Nanomaterials for enhanced photoprotection in photosynthetic microorganisms

Photosynthetic microorganisms, such as microalgae, are key contributors to global carbon fixation and hold great potential for applications in sustainable production of commodities and biotechnology. However, their efficiency is often limited by environmental stressors, particularly high light intensity, which induces photoinhibition, oxidative stress, and a consequent decline in overall performance. Advances in nanotechnology offer promising strategies to mitigate these effects and enhance organismal resilience [1]. This work investigates the use of carbon-based nanomaterials, specifically single-walled carbon nanotubes (CNTs) and nanodiamonds (NDs), as tools to improve photoprotection and maintain photosynthetic stability under stress, focusing on the green microalga Chlamydomonas reinhardtii [2,3]. The results indicate that the potential phytotoxic effects of nanomaterials can be minimized by optimizing their physicochemical properties and dispersion.
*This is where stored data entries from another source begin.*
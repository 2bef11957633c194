"""The designed filter band: NRCS NEH 633-26 (October 1994) design steps 1-10
(FROM MEMORY; the same in substance in FEMA 2011 and USBR 2011), on an
INVENTED gravelly, sandy and clayey base, plus the W2 sand base
(a student laboratory report quoting FEMA 2011 steps 1-2, READ IN A
SECONDARY SOURCE; the D-values and limits are DERIVED by us from its masses).

The construction between control points (coarse limit through D15F max,
D90 max and 75 mm; fine limit a constant size factor finer) is DERIVED, and
the band-width ratio 5 is FROM MEMORY (NEH 633-26 step 7). Expected numbers
are computed here independently with numpy.
"""

from __future__ import annotations

import json
import subprocess
import sys

import numpy as np
import pytest

from tamis import SCREENING_NOTICE, api

GRAVELLY = {"passing": [{"opening_mm": 37.5, "passing_pct": 100}, {"opening_mm": 19.0, "passing_pct": 85},
                        {"opening_mm": 9.5, "passing_pct": 70}, {"opening_mm": 4.75, "passing_pct": 55},
                        {"opening_mm": 2.0, "passing_pct": 45}, {"opening_mm": 0.425, "passing_pct": 30},
                        {"opening_mm": 0.075, "passing_pct": 18}, {"opening_mm": 0.005, "passing_pct": 6}],
            "plasticity": {"nonplastic": True}}                      # invented silty gravel
SANDY = {"passing": [{"opening_mm": 4.75, "passing_pct": 99.15932746}, {"opening_mm": 2.0, "passing_pct": 87.46997598},
                     {"opening_mm": 0.85, "passing_pct": 66.29303443}, {"opening_mm": 0.425, "passing_pct": 43.89511609},
                     {"opening_mm": 0.25, "passing_pct": 26.22097678}, {"opening_mm": 0.106, "passing_pct": 7.325860689},
                     {"opening_mm": 0.075, "passing_pct": 4.163330665}]}   # W2 percentages as printed
CLAYEY = {"passing": [{"opening_mm": 4.75, "passing_pct": 100}, {"opening_mm": 2.0, "passing_pct": 98},
                      {"opening_mm": 0.425, "passing_pct": 90}, {"opening_mm": 0.075, "passing_pct": 62},
                      {"opening_mm": 0.005, "passing_pct": 25}, {"opening_mm": 0.001, "passing_pct": 12}],
          "plasticity": {"liquid_limit": 32, "plasticity_index": 14}}    # invented sandy lean clay


def _size(pts, pct):
    pts = sorted(pts)
    return float(np.exp(np.interp(pct, [p for _, p in pts], np.log([d for d, _ in pts]))))


def _pts(test):
    return [(p["opening_mm"], p["passing_pct"]) for p in test["passing"]]


def _regraded(test):
    pts = _pts(test)
    p475 = float(np.interp(np.log(4.75), np.log(sorted(d for d, _ in pts)), [p for _, p in sorted(pts)]))
    return [(4.75, 100.0)] + [(d, p * 100.0 / p475) for d, p in pts if d < 4.75]


def _design(bases, rules=None):
    r = json.loads(api.handle(json.dumps({"schema": 1, "op": "design_band", "id": 1, "bases": bases,
                                          "rules": rules or {}})))
    assert r["ok"], r
    return r["result"]


def _step(res, n):
    return next(s for s in res["steps"] if s["step"] == n)["values"]


def test_sandy_base_w2():
    res = _design([SANDY])
    d85r = _size(_regraded(SANDY), 85)
    assert d85r == pytest.approx(1.7585, abs=5e-4)                       # W2 derived
    assert _step(res, 3)["bases"][0]["category"] == 4
    assert _step(res, 4)["d15f_max_mm"] == pytest.approx(4 * d85r, rel=1e-6)       # 7.03 mm (W2 derived)
    d15 = _size(_pts(SANDY), 15)
    assert _step(res, 5)["d15f_min_mm"] == pytest.approx(4 * d15, rel=1e-6)        # 0.601 mm, NRCS 1994
    # W2: the ratio is above 5, so D15F min is raised to D15F max / 5
    assert _step(res, 6)["raised"] is True
    assert res["control_points"]["d15f_min_mm"] == pytest.approx(4 * d85r / 5, rel=1e-6)
    assert res["feasible"] and res["notice"] == SCREENING_NOTICE


def test_clayey_base_category_2():
    res = _design([CLAYEY])
    cp = res["control_points"]
    assert _step(res, 3)["bases"][0]["category"] == 2
    assert cp["d15f_max_mm"] == 0.7
    assert cp["d15f_min_mm"] == pytest.approx(0.14)          # W3 derived: 0.7 / 5 = 0.14 mm (above the 0.1 floor)


def test_gravelly_base_regraded_category_3():
    res = _design([GRAVELLY])
    rg = _regraded(GRAVELLY)
    a = dict(rg)[0.075]
    assert 15 <= a < 40
    d85 = _size(rg, 85)
    expected = (40 - a) / 25 * (4 * d85 - 0.7) + 0.7
    b = _step(res, 3)["bases"][0]
    assert b["a_pct"] == pytest.approx(a, rel=1e-9) and b["category"] == 3
    assert res["control_points"]["d15f_max_mm"] == pytest.approx(expected, rel=1e-6)
    assert _step(res, 2)["bases"][0]["regraded"] is True


def test_finest_base_governs_retention_and_coarsest_permeability():
    res = _design([SANDY, CLAYEY])
    s4, s5 = _step(res, 4), _step(res, 5)
    assert s4["governing_base"] == "base 2" and s4["d15f_max_mm"] == 0.7
    assert s5["governing_base"] == "base 1"
    assert s5["d15f_min_mm"] == pytest.approx(4 * _size(_pts(SANDY), 15), rel=1e-6)
    assert _step(res, 6)["raised"] is False


def test_band_is_ordered_narrow_and_meets_its_control_points():
    res = _design([SANDY], {"criteria": "usbr-2011"})
    cp = res["control_points"]
    lims = res["band"]["limits"]
    for x in lims:
        assert 0 <= x["min_pct"] <= x["max_pct"] <= 100
    un = {x["opening_mm"]: x for x in res["band_unrounded"]}
    assert un[0.075]["max_unrounded_pct"] == pytest.approx(5.0)
    assert un[75.0]["min_unrounded_pct"] == pytest.approx(100.0)
    # rounding only narrows: min rounded up, max rounded down
    for x, u in zip(lims, res["band_unrounded"]):
        assert x["min_pct"] >= u["min_unrounded_pct"] - 1e-9 and x["max_pct"] <= u["max_unrounded_pct"] + 1e-9
    # width ratio <= 5 between 15 % and 60 % on the control lines
    s9 = _step(res, 9)
    assert s9["width_ratio_15_to_90_pct"] <= 5.0 + 1e-12
    # segregation: D90 max from the table for the band's minimum D10
    assert cp["d10_min_mm"] == pytest.approx(np.sqrt(0.075 * cp["d15f_min_mm"]), rel=1e-9)
    rows = [(0.5, 20.0), (1.0, 25.0), (2.0, 30.0), (5.0, 40.0), (10.0, 50.0), (float("inf"), 60.0)]
    assert cp["d90_max_mm"] == next(v for edge, v in rows if cp["d10_min_mm"] <= edge)


def test_band_is_accepted_by_evaluate_and_checks_a_sample():
    res = _design([SANDY])
    band = res["band"]
    inside = {"passing": [{"opening_mm": x["opening_mm"], "passing_pct": (x["min_pct"] + x["max_pct"]) / 2}
                          for x in band["limits"]], "plasticity": {"nonplastic": True}}
    r = json.loads(api.handle(json.dumps({"schema": 1, "op": "evaluate", "id": 2, "sample": inside,
                                          "band": band, "base": SANDY})))
    assert r["ok"], r
    checks = {c["id"]: c for c in r["result"]["checks"] if c["id"].startswith(("band.", "filter."))}
    assert checks["band.compliance"]["status"] == "pass"
    assert checks["filter.retention"]["status"] == "pass"
    assert checks["filter.permeability"]["status"] == "pass"


def test_no_band_when_d15_min_exceeds_d15_max():
    coarse_base = {"passing": [{"opening_mm": 4.75, "passing_pct": 100}, {"opening_mm": 2.0, "passing_pct": 40},
                               {"opening_mm": 1.0, "passing_pct": 10}, {"opening_mm": 0.5, "passing_pct": 0}]}
    res = _design([CLAYEY, coarse_base])
    assert res["feasible"] is False and res["band"] is None
    assert res["steps"][-1]["title"] == "No band possible"


def test_incomplete_base_is_an_error_naming_bases():
    short = {"passing": [{"opening_mm": 4.75, "passing_pct": 100}, {"opening_mm": 0.425, "passing_pct": 60}]}
    r = json.loads(api.handle(json.dumps({"schema": 1, "op": "design_band", "id": 1, "bases": [short]})))
    assert r["ok"] is False and r["error"]["field"] == "bases"


def test_bad_bases_field():
    r = json.loads(api.handle(json.dumps({"schema": 1, "op": "design_band", "id": 1, "bases": []})))
    assert r["ok"] is False and r["error"]["field"] == "bases"


def test_cli_gives_the_same_answer(tmp_path):
    req = {"bases": [GRAVELLY, SANDY, CLAYEY], "rules": {"criteria": "nrcs-1994"}}
    f = tmp_path / "band.json"
    f.write_text(json.dumps(req), encoding="utf-8")
    out = subprocess.run([sys.executable, "-m", "tamis", "design_band", str(f), "--compact"],
                         capture_output=True, text=True, check=False)
    assert out.returncode == 0, out.stderr
    assert json.loads(out.stdout) == json.loads(api.handle(json.dumps({"schema": 1, "op": "design_band",
                                                                       "id": None, **req})))


# ------------------------------------------------------------------ property
from hypothesis import assume, given, settings  # noqa: E402
from hypothesis import strategies as hst  # noqa: E402

_SIEVES = (37.5, 19.0, 9.5, 4.75, 2.0, 0.85, 0.425, 0.25, 0.15, 0.075, 0.02, 0.005, 0.001)


@hst.composite
def _base_tests(draw):
    drops = draw(hst.lists(hst.floats(min_value=0.0, max_value=30.0), min_size=len(_SIEVES) - 1,
                           max_size=len(_SIEVES) - 1))
    p, pts = 100.0, [{"opening_mm": _SIEVES[0], "passing_pct": 100.0}]
    for d, dp in zip(_SIEVES[1:], drops):
        p = max(0.0, p - dp)
        pts.append({"opening_mm": d, "passing_pct": p})
    assume(pts[-1]["passing_pct"] < 14.0)
    return {"passing": pts, "dispersive": draw(hst.booleans())}


@settings(max_examples=60, deadline=None)
@given(hst.lists(_base_tests(), min_size=1, max_size=3), hst.sampled_from(["nrcs-1994", "usbr-2011"]))
def test_a_filter_on_the_band_midline_meets_retention_and_permeability_for_every_base(bases, crit):
    """The band's own logic, checked by evaluate (NEH 633-26 1994 steps 4-6, from memory)."""
    r = json.loads(api.handle(json.dumps({"schema": 1, "op": "design_band", "id": 1, "bases": bases,
                                          "rules": {"criteria": crit}})))
    assume(r["ok"])
    res = r["result"]
    if not res["feasible"]:
        assert res["band"] is None
        return
    cp = res["control_points"]
    g = (cp["d15f_min_mm"] / cp["d15f_max_mm"]) ** 0.5
    d15 = cp["d15f_max_mm"] * g
    sample = {"passing": [{"opening_mm": 75.0 * g, "passing_pct": 100.0},
                          {"opening_mm": cp["d90_max_mm"] * g, "passing_pct": 90.0},
                          {"opening_mm": d15, "passing_pct": 15.0},
                          {"opening_mm": d15 / 2, "passing_pct": 5.0}, {"opening_mm": d15 / 4, "passing_pct": 0.0}],
              "plasticity": {"nonplastic": True}}
    for base in bases:
        ev = json.loads(api.handle(json.dumps({"schema": 1, "op": "evaluate", "id": 2, "sample": sample,
                                               "base": base, "rules": {"criteria": crit}})))
        assert ev["ok"], ev
        st_ = {c["id"]: c["status"] for c in ev["result"]["checks"]}
        assert st_["filter.retention"] in ("pass", "warn")
        assert st_["filter.permeability"] == "pass"


def test_terzaghi_band_on_a_very_fine_base_keeps_the_fine_limit_above_0075():
    silt = {"passing": [{"opening_mm": 0.425, "passing_pct": 100}, {"opening_mm": 0.075, "passing_pct": 96},
                        {"opening_mm": 0.02, "passing_pct": 60}, {"opening_mm": 0.005, "passing_pct": 30},
                        {"opening_mm": 0.001, "passing_pct": 5}]}          # invented
    r = json.loads(api.handle(json.dumps({"schema": 1, "op": "design_band", "id": 1, "bases": [silt],
                                          "rules": {"criteria": "terzaghi"}})))
    assert r["ok"], r
    res = r["result"]
    assert res["control_points"]["d15f_min_mm"] == 0.1
    assert any(f["code"] == "band_fines_floor" for f in r["findings"])


# ------------------------------------------------------------ never inverted when feasible
_ISSUE_BASES = [  # the two bases of the report that gave feasible: true with min above max (invented data)
    {"passing": [{"opening_mm": 50, "passing_pct": 100}, {"opening_mm": 4.75, "passing_pct": 29.61780813},
                 {"opening_mm": 2, "passing_pct": 1}, {"opening_mm": 0.005, "passing_pct": 0}],
     "plasticity": {"liquid_limit": 21.78, "plasticity_index": 5.57}},
    {"passing": [{"opening_mm": 100, "passing_pct": 100}, {"opening_mm": 0.25, "passing_pct": 0}],
     "plasticity": {"nonplastic": True}},
]


def _never_inverted(res):
    if not res["feasible"]:
        return
    for lim, raw in zip(res["band"]["limits"], res["band_unrounded"]):
        assert lim["min_pct"] <= lim["max_pct"], lim
        assert raw["min_unrounded_pct"] <= raw["max_unrounded_pct"], raw
        # the published limits never lie outside the unrounded band (rounding only narrows it)
        assert lim["min_pct"] >= raw["min_unrounded_pct"] and lim["max_pct"] <= raw["max_unrounded_pct"], (lim, raw)


def test_a_band_narrower_than_the_rounding_step_is_not_inverted_and_says_so():
    r = json.loads(api.handle(json.dumps({"schema": 1, "op": "design_band", "id": 1, "bases": _ISSUE_BASES})))
    assert r["ok"], r
    res = r["result"]
    assert res["feasible"] is True
    _never_inverted(res)
    narrow = [f for f in r["findings"] if f["code"] == "band_narrow"]
    assert len(narrow) == 1 and "50 mm" in narrow[0]["message"]
    at50 = next(x for x in res["band"]["limits"] if x["opening_mm"] == 50.0)
    assert 96.30 < at50["min_pct"] < at50["max_pct"] < 96.32     # unrounded there: 96.3093 to 96.3108 %


@hst.composite
def _plastic_bases(draw):
    t = draw(_base_tests())
    if draw(hst.booleans()):
        ll = draw(hst.floats(15.0, 60.0))
        t["plasticity"] = {"liquid_limit": ll, "plasticity_index": draw(hst.floats(0.0, ll * 0.6))}
    else:
        t["plasticity"] = {"nonplastic": True}
    return t


@settings(max_examples=int(__import__("os").environ.get("TAMIS_FUZZ_EXAMPLES", "60")), deadline=None)
@given(hst.lists(_plastic_bases(), min_size=1, max_size=3),
       hst.sampled_from(["nrcs-1994", "usbr-2011", "fema-2011", "terzaghi"]))
def test_a_feasible_band_is_never_inverted_at_any_sieve(bases, crit):
    r = json.loads(api.handle(json.dumps({"schema": 1, "op": "design_band", "id": 1, "bases": bases,
                                          "rules": {"criteria": crit}})))
    assume(r["ok"])
    _never_inverted(r["result"])
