"""The criteria golden cases replayed through the command line
(``python -m tamis zones FILE``, ``design_band FILE``, ``evaluate FILE``): the
CLI must print exactly the stored response of ``tamis.api.handle``.

The cases and their sources are named in each request's ``_source`` field
(invented scenarios, or W2 percentages from a secondary source).
"""

from __future__ import annotations

import json
import pathlib
import subprocess
import sys

import pytest

GOLDEN = pathlib.Path(__file__).resolve().parent / "golden"
MINE = sorted(p for p in GOLDEN.glob("*.request.json")
              if p.name.startswith(("zones-", "design_band-", "evaluate-filter-terzaghi",
                                    "evaluate-filter-dispersive")))


def test_there_are_cases():
    assert len(MINE) >= 8


@pytest.mark.parametrize("req", MINE, ids=lambda p: p.name[: -len(".request.json")])
def test_cli_prints_the_golden_response(req):
    op = json.loads(req.read_text(encoding="utf-8"))["op"]
    expected = req.with_name(req.name.replace(".request.json", ".response.json")).read_text(encoding="utf-8")
    out = subprocess.run([sys.executable, "-m", "tamis", op, str(req), "--compact"], capture_output=True,
                         text=True, check=False)
    assert out.stdout.rstrip("\n") == expected
    ok = json.loads(expected)["ok"]
    assert out.returncode == (0 if ok else 2)
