// The first module of the page: starts the Python worker as soon as the bridge is loaded, before the
// screens' modules (main.js and its imports) have arrived, so the boot runs while they load. Module scripts
// run in document order, so this one (listed first in index.html) runs before main.js.
import { startWorker } from "./bridge.js";

startWorker();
Low concentrations of well-dispersed, purified, and small-sized CNTs or hydroxylated NDs did not negatively affect growth or pigment accumulation. Under photoinhibitory conditions, samples treated with CNTs showed reduced Photosystem II (PSII) inactivation, lower excitation pressure, higher rates of electron transport, and enhanced non-photochemical quenching compared to untreated controls [2]. In parallel, NDs exhibited effective ROS-scavenging properties and contributed to maintaining redox homeostasis under photooxidative conditions [3]. The precise mechanisms of interaction between carbon nanotubes and photosynthetic structures remain to be fully elucidated. Studies on the energy flow within these biohybrid systems have yielded conflicting results. To explore this further, we examined the electro-optical interactions of CNTs with isolated photosynthetic components of varying complexity. Our results suggest a possible leakage of photosynthetic electrons toward the nanotubes, most likely occurring at the PSII acceptor site, thereby facilitating non-radiative energy dissipation [4]. Overall, integrating nanomaterials with photosynthetic systems presents a promising strategy to enhance light use efficiency, safeguard against photoinhibition, and enhance the biotechnological potential of microalgae. The outcomes of this research highlight the potential of algal nanobiotechnology in developing advanced biohybrid systems aimed at the sustainable generation of bio-based products and environmental resilience.